Description of the task ::
Among these records, which lines include "FormStatusAlert"? Copy them out.

'''

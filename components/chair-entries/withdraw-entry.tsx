"use client";
// The chair's "Withdraw entry" on one entry's page: a required reason (kept in the entry's
// history) and what happens to the fee, then the server action. Open to the chair after entries
// close too, when the entrant can no longer withdraw themselves.
import { useState } from "react";
import { useRouter } from "next/navigation";
import { CircleMinus } from "lucide-react";
import { ActionForm, FormStatusAlert, useActionForm, type FormStatus } from "@/components/forms/action-form";
import { SubmitOrCancel } from "@/components/forms/submit-or-cancel";
import { Button } from "@/components/ui/button";
import { TextareaField } from "@/components/ui/field";
import { chairWithdrawSchema } from "@/lib/schemas/withdrawals";
import { formatMoney } from "@/scoring/fees";
import { withdrawEntryAsChairAction } from "@/app/(chair)/shows/[slug]/manage/entries/[entryId]/actions";

const reasonSchema = chairWithdrawSchema.pick({ reason: true });

type Props = { showSlug: string; entryId: string; currency: string; paidByCard: boolean; paid: boolean; refundCents: number };

function refundNote({ currency, paidByCard, paid, refundCents }: Props): string {
  if (paidByCard) return refundCents > 0 ? `${formatMoney(refundCents, currency)} goes back to the entrant's card, as the show's refund rule gives.` : "The show's refund rule gives nothing back on withdrawal.";
  if (paid) return "It was paid in person: any refund is for the treasurer to make.";
  return "Nothing was paid, so there is nothing to refund.";
}

export function WithdrawEntry(props: Props) {
  const router = useRouter();
  const [open, setOpen] = useState(false);
  const [done, setDone] = useState<FormStatus>(null);
  const ctl = useActionForm({
    schema: reasonSchema,
    defaultValues: { reason: "" },
    action: (values) => withdrawEntryAsChairAction(null, { ...values, showSlug: props.showSlug, entryId: props.entryId }),
    onSuccess: (r) => {
      setOpen(false);
      setDone({ tone: "success", message: r.message ?? "Withdrawn." });
      router.refresh();
    },
  });

  return (
    <div className="space-y-3">
      <FormStatusAlert status={done} />
      {open ? (
        <ActionForm controller={ctl} aria-label="Withdraw this entry" className="max-w-xl">
          <p className="text-sm">{refundNote(props)} The entry keeps its number.</p>
          <TextareaField label="Reason for withdrawing" hint="Kept in the entry's history, for the committee." required error={ctl.errorOf("reason")} {...ctl.form.register("reason")} />
          <SubmitOrCancel variant="danger" pending={ctl.pending} pendingLabel="Withdrawing…" onCancel={() => setOpen(false)}>
            Withdraw this entry
          </SubmitOrCancel>
        </ActionForm>
      ) : done ? null : (
        <Button variant="secondary" onClick={() => setOpen(true)} icon={<CircleMinus aria-hidden className="size-5" />}>
          Withdraw entry…
        </Button>
      )}
    </div>
  );
}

'''

Output ::
import { ActionForm, FormStatusAlert, useActionForm, type FormStatus } from "@/components/forms/action-form";
      <FormStatusAlert status={done} />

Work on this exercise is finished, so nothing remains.